她说。
不是邀请。是指令。
他们并排走在中央市场的石板路上。马车从他们身边经过,车轮碾过凹坑,溅起一小片泥水。索菲轻巧地侧了一步,避开了。朱利安没有避——泥水溅在他的裤脚上,他没有在意。
“你每天这个时间路过这里?”索菲问。
“是。”
“那你每天都能看到市场开市。”
“是。”
“你喜欢看什么?”
朱利安没想到她会问这个问题。他走了几步才回答。
“鱼。”
“鱼?”
“卖鱼的摊位最早到。天没亮就到了。从勒阿弗尔和迪耶普来的马车,连夜赶路,鱼装在木桶里,用海水泡着。到了市场,他们把鱼倒出来,铺在碎冰上。冰是冬天从塞纳河上凿的,存在地窖里,用锯末和稻草裹着,能放到夏天。”
他停顿了一下。
“鱼的眼睛。
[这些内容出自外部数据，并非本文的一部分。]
// Browser test of EDMD with Gaussian radial functions: the demo instructor writes an assignment on a
// generated drift-map scenario, picks "Gaussian radial functions", sees the validation messages next
// to σ and the centre fields, publishes, and opens the preview (warnings, complex plane); a student
// then reads the dictionary, σ and her centre columns in words, as JSON and as CLI options.
// Expectations are facts of this project's invented demo data, no outside source.
import path from 'node:path';
import { afterAll, beforeAll, describe, expect, it } from 'vitest';
import type { Browser } from 'playwright-core';
import { artifacts, descriptionOf, launchBrowser, openDemoCourse } from './helpers.js';

const title = `Radial functions on the drift map ${Date.now().toString(36)}`;
const datasetName = `Drift ${Date.now().toString(36)}`;

let browser: Browser;

beforeAll(async () => {
  browser = await launchBrowser();
});

afterAll(async () => {
  await browser?.close();
});

const signIn = (email: string, width = 1280) => openDemoCourse(browser, email, { width });

describe('EDMD with Gaussian radial functions in the browser', () => {
  it('the instructor chooses radial functions, sees field messages, publishes, and sees the preview', async () => {
    const { page, failures } = await signIn('mara@modewright.test');
    await page.getByRole('link', { name: 'New assignment' }).click();
    await page.getByRole('heading', { name: 'New assignment', level: 1 }).waitFor();
    await page.getByLabel('Title').fill(title);
    await page.getByLabel('Statement').fill('Approximate the Koopman operator with EDMD on Gaussian radial functions $\\psi_j(x) = e^{-\\|x - c_j\\|^2 / (2\\sigma^2)}$.');

    await page.getByRole('radio', { name: 'Generate from a scenario' }).click();
    await page.getByLabel('Scenario', { exact: true }).selectOption('drift-map');
    await page.getByLabel('Name', { exact: true }).fill(datasetName);
    await page.getByRole('button', { name: 'Generate and use this dataset' }).click();
    await page.getByTestId('dataset-card').waitFor();

    await page.getByLabel('Method', { exact: true }).selectOption('edmd');
    await page.getByLabel('Dictionary', { exact: true }).selectOption('radial');
    // Defaults: σ = 0.5 and every 20th snapshot; the hint counts the centres on this dataset (400 pairs).
    expect(await page.getByLabel('Width σ').inputValue()).toBe('0.5');
    await expect.poll(() => descriptionOf(page, 'Step s')).toContain('X has 400 snapshots: 20 centres, 21 functions with the constant');

    // Field messages: an empty σ, then a list with a repeated index and one past the end of X.
    await page.getByLabel('Width σ').fill('');
    await page.getByLabel('Centres', { exact: true }).selectOption('indices');
    await page.getByLabel('Snapshot indices').fill('0, 40, 40, 400');
    await page.getByRole('button', { name: 'Save draft' }).click();
    await expect.poll(() => descriptionOf(page, 'Width σ')).toContain('Radial functions need their width σ');
    await expect.poll(() => descriptionOf(page, 'Snapshot indices')).toContain('Snapshot 40 is listed twice (entries 2 and 3)');
    await page.getByLabel('Width σ').fill('0.5');
    await page.getByLabel('Snapshot indices').fill('0, 40, 400');
    await page.getByRole('button', { name: 'Save draft' }).click();
    // Past the end of X is the server's check, shown next to the field.
    await expect.poll(() => descriptionOf(page, 'Snapshot indices')).toContain('X has 400 snapshots (0-based columns 0 … 399): 400 is past the end');
    await page.screenshot({ path: path.join(artifacts, 'radial-authoring-errors.png'), fullPage: true });

    await page.getByLabel('Centres', { exact: true }).selectOption('every');
    await page.getByLabel('Step s').fill('20');
    await page.getByRole('region', { name: 'Method' }).or(page.locator('form')).first().screenshot({ path: path.join(artifacts, 'radial-authoring.png') });
    await page.getByRole('button', { name: 'Publish…' }).click();
    const dialog = page.getByRole('dialog', { name: 'Publish this assignment?' });
    await dialog.waitFor();
    await dialog.getByRole('button', { name: 'Publish' }).click();

    await page.getByRole('heading', { name: title, level: 1 }).waitFor();
    const bar = page.getByRole('progressbar', { name: 'References ready' });
    await bar.waitFor({ timeout: 30_000 });
    const total = Number(await bar.getAttribute('aria-valuemax'));
    await expect.poll(async () => Number(await bar.getAttribute('aria-valuenow')), { timeout: 120_000, interval: 500 }).toBe(total);

    // The preview: well posed, 21 values on the complex plane (the constant's λ = 1 among them).
    await page.getByRole('img', { name: /eigenvalues on the complex plane/ }).waitFor({ timeout: 60_000 });
    expect(await page.locator('main').innerText()).toContain('Nothing makes this task ill-posed');
    const table = page.getByRole('table', { name: /Reference eigenvalues and their state/ });
    await expect.poll(() => table.locator('tbody tr').count()).toBe(21);
    expect(await table.innerText()).toContain('1.0000');
    await page.screenshot({ path: path.join(artifacts, 'radial-staff.png'), fullPage: true });
    expect(failures).toEqual([]);
    await page.context().close();
  });

  it('a radial dictionary that is rank-deficient on the data is warned about in the preview, with what to change', async () => {
    const { page, failures } = await signIn('mara@modewright.test');
    await page.getByRole('link', { name: 'New assignment' }).click();
    await page.getByRole('heading', { name: 'New assignment', level: 1 }).waitFor();
    await page.getByLabel('Title').fill(`${title}, wide functions`);
    const ds = page.getByLabel('Dataset', { exact: true });
    // The drift-map dataset the first test generated (400 pairs in [−1, 1]²).
    const drift = (await ds.locator('option').allInnerTexts()).find((o) => o.startsWith(datasetName))!;
    await ds.selectOption({ label: drift });
    await page.getByTestId('dataset-card').waitFor();
    await page.getByLabel('Method', { exact: true }).selectOption('edmd');
    await page.getByLabel('Dictionary', { exact: true }).selectOption('radial');
    // σ = 2 on data in [−1, 1]²: 40 wide, nearly equal bumps (fact of the trade: they are numerically dependent).
    await page.getByLabel('Width σ').fill('2');
    await page.getByLabel('Step s').fill('10');
    await page.getByRole('button', { name: 'Save draft' }).click();
    await page.waitForURL(/\/assignments\/\d+\/edit$/);
    await page.goto(page.url().replace(/\/edit$/, ''));
    const warning = page.getByRole('list', { name: 'Warnings' });
    await warning.waitFor({ timeout: 60_000 });
    const text = await warning.innerText();
    expect(text).toContain('The dictionary is rank-deficient on this data');
    expect(text).toMatch(/numerical rank \d+ of 41 functions/);
    expect(text).toContain('Fewer centres (a larger step), a smaller width σ, or more samples make the task well posed.');
    await page.getByRole('img', { name: /eigenvalues on the complex plane/ }).waitFor();
    await page.getByRole('heading', { name: 'Is the task well-posed?' }).scrollIntoViewIfNeeded();
    await page.screenshot({ path: path.join(artifacts, 'radial-rank-deficient.png') });
    expect(failures).toEqual([]);
    await page.context().close();
  });

  it('a student reads the dictionary, σ and her centre columns in words, as JSON and as CLI options', async () => {
    const { page, failures } = await signIn('priya@modewright.test', 420);
    await page.getByRole('link', { name: title }).click();
    await page.getByRole('heading', { name: title, level: 1 }).waitFor();
    await page.getByRole('heading', { name: 'What to compute' }).waitFor();
    const text = await page.locator('main').innerText();
    expect(text).toContain('Gaussian radial functions: the constant 1 and exp(−‖x − c‖² / (2σ²)) for each centre c, with σ = 0.5');
    expect(text).toContain('Every 20th snapshot of X from the first (0-based columns 0, 20, 40, …; 20 centres), taken from your own data');
    expect(text).toContain('0, 20, 40, 60, 80, 100, 120, 140, 160, 180, 200, 220, 240, 260, 280, 300, 320, 340, 360, 380');
    expect(text).toContain('--method edmd --dictionary radial --sigma 0.5 --centres-every 20');
    expect(text).toContain('"centres": {"kind":"every","step":20,"indices":[0,20,40,');
    expect(text).not.toMatch(/reference of|graded eigenvalues|condition/i);
    await page.screenshot({ path: path.join(artifacts, 'radial-student-narrow.png'), fullPage: true });
    await page.setViewportSize({ width: 1280, height: 900 });
    await page.getByRole('heading', { name: 'What to compute' }).scrollIntoViewIfNeeded();
    await page.screenshot({ path: path.join(artifacts, 'radial-student.png'), fullPage: true });
    expect(failures).toEqual([]);
    await page.context().close();
  });
});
”
索菲的步子慢了半拍。
“鱼的眼睛?”
“新鲜的鱼,眼睛是亮的。透明的。像玻璃瓶底。不新鲜的鱼,眼睛会变浑浊。发白。像煮过头的蛋白。”朱利安说,“我父亲教的。他以前每天早上去市场买鱼,给我母亲。母亲去世后就不买了。”
他没有继续说。索菲也没有追问。
他们走出市场,走上通往蒙马特高地的坡道。石板路在这里变成了夯土路,被马车轮碾出两道深深的车辙,车辙之间的隆起部长着矮矮的野草。两边的房子从密集变得稀疏,从石头变成木头和灰泥。一家铁匠铺的烟囱冒着烟,铁锤敲击铁砧的声音从敞开的门里传出来——叮,叮,叮,节奏均匀,像一个巨人的心跳。朱利安往门里看了一眼。一个赤膊的中年人正在敲一块烧红的铁,背上的肌肉随着每一次锤击绷紧又松开。不是他父亲。但他认识那种节奏。
“你父亲是铁匠。”索菲说。这不是问句。
“是。”
“你也是。”
朱利安没有回答。他把视线从铁匠铺收回来,看着前方的路面。车辙在他脚下延伸,里面还积着昨天夜里的雨水,映着逐渐亮起来的天空,像两条平行的、泥质的镜子。
“我父亲说,”索菲开口,声音比之前轻了一些,“你控温很稳。看颜色,不用温度计。和他一样。”